I probably visited the Dell site 40-50 times, Lenovo circa 30 times and Sony maybe 20 times in a period of 4-6 weeks.  I built a basket on many of these occasions and with Dell I was a logged in user most of the time.

So why did no vendor send a conversion email or make an outbound call to get my money?  It would really have been that simple and this isn’t overly complex analytics.

The simplest usability fix ever

The companies in question could identify most of their site issues very quickly.

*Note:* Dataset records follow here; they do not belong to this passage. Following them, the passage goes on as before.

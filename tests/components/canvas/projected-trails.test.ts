import { describe, expect, it } from 'vitest';
import { projectTrails } from '@/components/canvas/projected-trails';
import { trailAt } from '@/components/canvas/track-block';
import { expectWithin } from '@/tests/helpers/expect-within';
import { randomBlock } from './random-block';

function distanceToSegment(px: number, py: number, ax: number, ay: number, bx: number, by: number): number {
  const squared = (bx - ax) ** 2 + (by - ay) ** 2;
  const along = squared > 0 ? ((px - ax) * (bx - ax) + (py - ay) * (by - ay)) / squared : 0;
  const t = Math.min(1, Math.max(0, along));
  return Math.hypot(px - ax - t * (bx - ax), py - ay - t * (by - ay));
}

const well = { width: 300, height: 200 };

describe('trails on the screen', () => {
  it('begin and end where the tracks do, and leave out no bend wider than the merging distance', () => {
    const block = randomBlock(8, 600, 40);
    const view = { scale: 1.7, offsetX: -60, offsetY: 12 };
    const trail = { first: 0, last: 0 };
    const { count, index, start, x, y } = projectTrails(block, 25, 15, view, well);
    expect(count).toBeGreaterThan(5);
    for (let i = 0; i < count; i += 1) {
      expect(trailAt(block, index[i], 25, 15, trail)).toBe(true);
      expectWithin(x[start[i + 1] - 1], block.x[trail.last] * 1.7 - 60, { abs: 1e-3 });
      expectWithin(y[start[i]], block.y[trail.first] * 1.7 + 12, { abs: 1e-3 });
      for (let k = trail.first; k <= trail.last; k += 1) {
        const [px, py] = [block.x[k] * 1.7 - 60, block.y[k] * 1.7 + 12];
        let nearest = Infinity;
        for (let p = start[i]; p < start[i + 1]; p += 1) {
          const q = Math.min(p + 1, start[i + 1] - 1);
          nearest = Math.min(nearest, distanceToSegment(px, py, x[p], y[p], x[q], y[q]));
        }
        // Merging may move the line by up to 4 px in x and in y, going straight on by less than 1.
        expect(nearest).toBeLessThan(4 * Math.SQRT2 + 1);
      }
    }
  });

  it('are those of all tracks with a point in the well, and of no other far from it', () => {
    const block = randomBlock(9, 200, 40);
    const view = { scale: 1, offsetX: -100, offsetY: -50 };
    const trails = projectTrails(block, 20, 10, view, well);
    const drawn = new Set(Array.from(trails.index.subarray(0, trails.count)));
    const trail = { first: 0, last: 0 };
    for (let i = 0; i < block.count; i += 1) {
      if (!trailAt(block, i, 20, 10, trail)) {
        expect(drawn.has(i)).toBe(false);
        continue;
      }
      let distance = Infinity;
      for (let k = trail.first; k <= trail.last; k += 1) {
        const [x, y] = [block.x[k] - 100, block.y[k] - 50];
        const outX = Math.max(0, -x, x - well.width);
        const outY = Math.max(0, -y, y - well.height);
        distance = Math.min(distance, Math.max(outX, outY));
      }
      if (distance === 0) expect(drawn.has(i)).toBe(true);
      if (distance > 12) expect(drawn.has(i)).toBe(false);
    }
  });
});

describe('a stretch of a track with a class of its own', () => {
  const block = {
    ...randomBlock(3, 40, 40),
    population: new Uint8Array(40).fill(1),
  };
  const view = { scale: 1, offsetX: 0, offsetY: 0 };
  const wide = { width: 1e4, height: 1e4 };
  const trail = { first: 0, last: 0 };
  const long = Array.from({ length: 40 }, (_, i) => i).find(
    (i) => trailAt(block, i, 25, 15, trail) && trail.last - trail.first > 8,
  )!;

  it('is a trail of its own that begins where the one before ends', () => {
    trailAt(block, long, 25, 15, trail);
    const [first, last] = [trail.first, trail.last];
    const stretch = [block.frame[first + 3], block.frame[first + 5], 0] as const;
    const given = new Map([[block.track[long], [stretch]]]);
    const plain = projectTrails(block, 25, 15, view, wide).count;
    const trails = projectTrails({ ...block, given }, 25, 15, view, wide);
    expect(trails.count).toBe(plain + 2);
    const mine = Array.from({ length: trails.count }, (_, t) => t).filter((t) => trails.index[t] === long);
    expect(mine.map((t) => [trails.population[t], trails.first[t] - first, trails.last[t] - first])).toEqual([
      [1, 0, 2],
      [0, 2, 5],
      [1, 5, last - first],
    ]);
    for (const [a, b] of [mine.slice(0, 2), mine.slice(1)]) {
      expectWithin(trails.x[trails.start[b]], trails.x[trails.start[a + 1] - 1], { abs: 1e-6 });
    }
  });

  it('of all frames takes the place of the class of the track', () => {
    const given = new Map([[block.track[long], [[0, 1000, 2] as const]]]);
    const trails = projectTrails({ ...block, given }, 25, 15, view, wide);
    const mine = Array.from({ length: trails.count }, (_, t) => t).filter((t) => trails.index[t] === long);
    expect(mine.map((t) => trails.population[t])).toEqual([2]);
  });
});
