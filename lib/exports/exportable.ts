/** A finished analysis as it is offered for a package. */
export interface ExportableAnalysis {
  id: string;
  campaignId: string;
  campaign: string;
  run: string;
  recording: string;
  temperatureK: number | null;
  heatFluxWM2: number | null;
  tracks: number;
  points: number;
  finishedAt: string | null;
  signedOff: boolean;
}

/** What a choice is narrowed by; empty for everything. */
export interface OfferFilter {
  campaignId: string;
  signedOff: '' | 'yes' | 'no';
  /** Kelvin, as typed; null for no bound. */
  temperatureFrom: number | null;
  temperatureTo: number | null;
}

export const NO_FILTER: OfferFilter = { campaignId: '', signedOff: '', temperatureFrom: null, temperatureTo: null }; // prettier-ignore

/** Analyses that a filter lets through; one whose temperature is not known is outside every bound. */
export function offered(all: readonly ExportableAnalysis[], filter: OfferFilter): ExportableAnalysis[] {
  const { campaignId, signedOff, temperatureFrom: from, temperatureTo: to } = filter;
  return all.filter(
    (one) =>
      (campaignId === '' || one.campaignId === campaignId) &&
      (signedOff === '' || one.signedOff === (signedOff === 'yes')) &&
      (from === null || (one.temperatureK !== null && one.temperatureK >= from)) &&
      (to === null || (one.temperatureK !== null && one.temperatureK <= to)),
  );
}
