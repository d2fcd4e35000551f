/**
 * A power law v^-alpha above `from` as it is seen through localization noise. With the noise of a velocity component,
 * r.m.s. sigma, far below v, its density is v^-alpha (1 + a s^2 / u^2 + b s^4 / u^4), u = v / from, s = sigma / from:
 * the first terms of the expansion of a convolution with a Gaussian, f + sigma^2 f'' / 2 + sigma^4 f'''' / 8. Left out,
 * noise of a seventh of where a tail begins makes an exponent of 3 look like 3.08.
 */
export interface NoisyLaw {
  alpha: number;
  /** Factors of u^-2 and u^-4 in the density. */
  second: number;
  fourth: number;
  /** Integral of the density over u from 1 on, before it is made 1. */
  norm: number;
}

/** What the noise of a size is of: one component, or both of them together, as of a speed. */
export type SizeKind = 'component' | 'speed';

/** @param noiseShare s, noise over where the law begins; 0 for none. */
export function noisyLaw(alpha: number, noiseShare: number, kind: SizeKind): NoisyLaw {
  const s2 = noiseShare * noiseShare;
  // Of a speed the Laplacian of r^-(alpha + 1), the density per area, stands in for the second derivative.
  const [second, fourth] =
    kind === 'speed'
      ? [(alpha + 1) ** 2 / 2, ((alpha + 1) * (alpha + 3)) ** 2 / 8]
      : [(alpha * (alpha + 1)) / 2, (alpha * (alpha + 1) * (alpha + 2) * (alpha + 3)) / 8];
  const law = { alpha, second: second * s2, fourth: fourth * s2 * s2 };
  return { ...law, norm: 1 / (alpha - 1) + law.second / (alpha + 1) + law.fourth / (alpha + 3) };
}

/** Share of the law beyond u = v / from >= 1, given u^-2 and u^(1 - alpha). */
export const shareBeyond = (
  { alpha, second, fourth, norm }: NoisyLaw,
  perSquare: number,
  power: number,
): number =>
  (power * (1 / (alpha - 1) + perSquare * (second / (alpha + 1) + (perSquare * fourth) / (alpha + 3)))) /
  norm;

/** Mean of ln u under the law. */
const meanLn = ({ alpha, second, fourth, norm }: NoisyLaw): number =>
  (1 / (alpha - 1) ** 2 + second / (alpha + 1) ** 2 + fourth / (alpha + 3) ** 2) / norm;

const ROUNDS = 30;
const EXACT = 1e-9;

/**
 * Exponent at which the law has a given mean of ln(v / from), by repeating alpha - 1 = (its part without noise):
 * without noise 1 + 1 / mean, the estimate of maximum likelihood.
 *
 * @returns Infinity where the mean is 0.
 */
export function exponentOf(mean: number, noiseShare: number, kind: SizeKind): number {
  if (!(mean > 0)) return Infinity;
  let alpha = 1 + 1 / mean;
  if (!(noiseShare > 0)) return alpha;
  for (let round = 0; round < ROUNDS; round++) {
    // The mean falls nearly as 1 / (alpha - 1): a step in proportion is nearly Newton's.
    const next = 1 + (alpha - 1) * (meanLn(noisyLaw(alpha, noiseShare, kind)) / mean);
    const step = Math.abs(next - alpha);
    alpha = Math.max(1 + 1e-3, next);
    if (step < EXACT) break;
  }
  return alpha;
}
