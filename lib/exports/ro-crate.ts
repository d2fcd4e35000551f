import { citationText } from './citation';
import { conditionEntities } from './crate-conditions';
import type { Entity } from './crate-entity';
import { licenceOf } from './licences';
import { orcidUrl } from './orcid';
import { rehearsalText } from './package-texts';
import { mediaTypeOf, type PackedFile } from './packed-file';
import type { Contributor, ExportPlan, PlannedAnalysis } from './plan';

const ref = (id: string) => ({ '@id': id });

const SPECIFICATION = 'https://w3id.org/ro/crate/1.2';
const SOFTWARE = '#beadline';
const LABORATORY = '#laboratory';

/**
 * `ro-crate-metadata.json` of an attached crate (RO-Crate 1.2, https://w3id.org/ro/crate/1.2): files with sizes and
 * hashes, people, licence, and for each analysis an action that leads from the recording's bytes through code,
 * recipe and conditions to its files.
 */
export function roCrate(plan: ExportPlan, files: readonly PackedFile[]): Record<string, unknown> {
  const people = plan.contributors.map(person);
  const folders = plan.analyses.map((analysis) => folderEntity(analysis, files));
  const loose = files.filter(({ analysisId }) => analysisId === null);
  const graph: Entity[] = [
    {
      '@id': 'ro-crate-metadata.json',
      '@type': 'CreativeWork',
      about: ref('./'),
      conformsTo: ref(SPECIFICATION),
    },
    {
      '@id': './',
      '@type': 'Dataset',
      name: plan.title,
      description: plan.description || `Analyses of tracer particles in superfluid helium: ${plan.title}.`,
      datePublished: plan.date,
      license: ref(licenceOf(plan.licence).url),
      creditText: citationText(plan),
      publisher: ref(LABORATORY),
      ...(people.length > 0 ? { author: people.map((one) => ref(one['@id'])) } : {}),
      hasPart: [...loose.map(({ path }) => ref(path)), ...folders.map((one) => ref(one['@id']))],
      mentions: plan.analyses.map(({ id }) => ref(actionId(id))),
    },
    licenceEntity(plan.licence),
    { '@id': LABORATORY, '@type': 'Organization', name: plan.laboratory },
    ...people,
    ...affiliations(plan.contributors),
    ...software(plan),
    ...folders,
    ...files.map(fileEntity),
    ...plan.analyses.flatMap((analysis) => analysisEntities(analysis, files, plan.contributors)),
  ];
  return { '@context': `${SPECIFICATION}/context`, '@graph': withoutDoubles(graph) };
}

const actionId = (analysis: string) => `#analysis-${analysis}`;
const recordingId = (recording: string) => `#recording-${recording}`;
const folderId = ({ folder }: PlannedAnalysis) => `${folder}/`;
const softwareId = (version: string) => `${SOFTWARE}-${encodeURIComponent(version)}`;
const affiliationId = (name: string) => `#affiliation-${encodeURIComponent(name)}`;

function person({ name, orcid, affiliation }: Contributor): Entity {
  return {
    '@id': orcid ? orcidUrl(orcid) : `#person-${encodeURIComponent(name)}`,
    '@type': 'Person',
    name,
    ...(affiliation ? { affiliation: ref(affiliationId(affiliation)) } : {}),
  };
}

const affiliations = (contributors: readonly Contributor[]): Entity[] =>
  contributors.flatMap(({ affiliation }) =>
    affiliation ? [{ '@id': affiliationId(affiliation), '@type': 'Organization', name: affiliation }] : [],
  );

function licenceEntity(id: string): Entity {
  const { name, url, allows } = licenceOf(id);
  return { '@id': url, '@type': 'CreativeWork', name, identifier: id, description: allows };
}

/** One entry per version that computed or packed. */
function software({ codeVersion, analyses }: ExportPlan): Entity[] {
  const versions = [...new Set([codeVersion, ...analyses.map((one) => one.codeVersion)])].sort();
  return versions.map((version) => ({
    '@id': softwareId(version),
    '@type': 'SoftwareApplication',
    name: 'Beadline',
    version,
  }));
}

function fileEntity({ path, bytes, sha256, title, table }: PackedFile): Entity {
  return {
    '@id': path,
    '@type': 'File',
    name: title,
    ...(table ? { description: table.description } : {}),
    encodingFormat: mediaTypeOf(path),
    contentSize: String(bytes),
    sha256,
  };
}

function signOffText(signedOff: PlannedAnalysis['signedOff']): string {
  if (!signedOff) return 'Not signed off: later versions may differ.';
  const { at, by, contentHash } = signedOff;
  const who = by ? ` by ${by}` : '';
  return `Signed off on ${at.slice(0, 10)}${who}. SHA-256 of what was signed off: ${contentHash}.`;
}

function folderEntity(analysis: PlannedAnalysis, files: readonly PackedFile[]): Entity {
  const { campaign, run, recording, rehearsal } = analysis;
  const parts = files.filter(({ analysisId }) => analysisId === analysis.id);
  return {
    '@id': folderId(analysis),
    '@type': 'Dataset',
    name: `${campaign.name}, ${run.name}, ${recording.name}`,
    description: [rehearsal && rehearsalText(rehearsal.kind), signOffText(analysis.signedOff)]
      .filter(Boolean)
      .join(' '),
    hasPart: parts.map(({ path }) => ref(path)),
  };
}

function analysisEntities(
  analysis: PlannedAnalysis,
  files: readonly PackedFile[],
  contributors: readonly Contributor[],
): Entity[] {
  const { recording, run, rehearsal } = analysis;
  const conditions = conditionEntities(analysis);
  // Who is a contributor too is one person, with their ORCID where it is known.
  const agent = analysis.createdBy
    ? person(
        contributors.find(({ name }) => name === analysis.createdBy) ?? {
          name: analysis.createdBy,
          orcid: null,
          affiliation: null,
        },
      )
    : null;
  return [
    {
      '@id': recordingId(recording.id),
      '@type': 'CreativeWork',
      name: recording.name,
      description: `${rehearsal ? `${rehearsalText(rehearsal.kind)} Stack` : 'Camera stack'} of ${recording.frames} frames of ${recording.width} x ${recording.height} px, ${recording.bytes} bytes, not part of this package.`,
      ...(recording.sha256 ? { identifier: `sha256:${recording.sha256}` } : {}),
      ...(run.startedAt ? { dateCreated: run.startedAt } : {}),
    },
    ...(agent ? [agent] : []),
    ...conditions,
    {
      '@id': actionId(analysis.id),
      '@type': 'CreateAction',
      name: `Analysis of ${recording.name}`,
      identifier: analysis.id,
      instrument: ref(softwareId(analysis.codeVersion)),
      ...(agent ? { agent: ref(agent['@id']) } : {}),
      ...(analysis.startedAt ? { startTime: analysis.startedAt } : {}),
      ...(analysis.finishedAt ? { endTime: analysis.finishedAt } : {}),
      object: [ref(recordingId(recording.id)), ...conditions.map((one) => ref(one['@id']))],
      result: [
        ref(folderId(analysis)),
        ...files.filter(({ analysisId }) => analysisId === analysis.id).map(({ path }) => ref(path)),
      ],
    },
  ];
}

/** Things that are named from several places stand in the graph once: the first wins. */
function withoutDoubles(graph: readonly Entity[]): Entity[] {
  const seen = new Map<string, Entity>();
  for (const entity of graph) if (!seen.has(entity['@id'])) seen.set(entity['@id'], entity);
  return [...seen.values()];
}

Their sites are so poor in places that a usability study to say that the site is delivering garbage would be overkill right now.  Instead, if they are too overworked to check content themselves they should employ a school leaver whose sole job would be to read the content on a page, click on a link and verify that the subsequent content (1) rendered and (2) made sense.  Repeat (1) and (2) daily.  Forever.

Dell

  • Don’t make a fast and compact laptop which can take a SSD.  Astonishing but true.
  • Nearest thing to match my requirements was a Dell Vostro 3300.  A machine with a great spec but I couldn’t insert a SSD because Dell had deliberately locked the Bios.  In their words this was, “to make people buy the more expensive model”.  The next model up (Latitude) cost over £400 more, had slower ram and was a 14” machine and this would too big
  • I used Dell’s LiveChat service which was pretty good until 2 different people gave 2 different and conflicting responses so I couldn’t trust either
  • I called them several times but again got conflicting advice and dealing with the offshore call centre process was a chore so I gave up

Lenovo

  • The X201 series would have got my money offering Intel i7 and a 12” machine for a fair price
  • However they didn’t get my order because they wouldn’t answer their phone and you are not able to order the i7 online
  • I called several times and each time I was forced to voicemail after being on hold for several minutes and annoyingly no one ever called back.  Astonishing – their telesales / sales director should be fired. Today
  • To rub salt in to my wounds, this weekends’ Grand Prix (good result Jenson) was dominated by track-side marketing for Lenovo.  Common sense would be to fix the conversion leaks before spending tens of millions on new marketing

Sony

  • The new Z series laptop is awesome – very expensive but oh so light and a massive spec.  Had a play with one in a Sony Centre 2 weeks ago and decided to buy one on Friday …
  • … but the Sony website had other ideas and simply doesn’t work.  One visit showed everything as ‘out of stock’ and then another just hangs whilst meaningless Flash content fails to load so I had a spinning logo filling my screen
  • Called them but their call centre expert was far from being a beginner let alone an expert.  Instead he couldn’t answer my questions so he offered to call me back with answers.  Great – except that he never did call back!

Apple

So I have a new MacBook Pro 13.  Last weeks’ product refresh was quite miserable and there is no i5 chip let alone i7.  However …

Pros

  • Great design and feels very sturdy
  • Lightning fast.  With the SSD in place it’s on within 15 sec and turns off in 2 sec.  This is simply light years ahead of my 20 min and 5 min Dell
  • Reported 10 hour battery life (which I suspect will be nearer 5)
  • Touchpad works a dream

Cons

  • There is no easy way to move my Outlook .pst file to Mac Office ‘08 Entourage or Apple Mail.  Apple and Microsoft need a good kicking for this major oversight as it’s a huge barrier to a PC business user moving to Mac and getting up and running as easily as possible
  • Only 2 USB sockets available and I often use 4 (mouse, keyboard, 3g, USB dongle) so I’ll have to carry a USB replicator

If this is as bad at it gets hopefully I’ll be a happy Mac customer.

Apple Store

2 Responses to “I’m a PC (no more)”

  1. Jonathan Kay says:

    Ok – so I kept the MackBook for just under 2 weeks and it went back to Apple.

    It was just too much like hard work to get 10k emails from Outlook to Entourage as neither Microsoft nor Apple provide any software to do this.

    So I went for the Vaio Z in the end. Took a month for it to be built and shipped but finally got it at the weekend. Seems fast, is very light, great screen but feels flimsy compared to my Dell and the MBP – hope it lasts at least 2 years.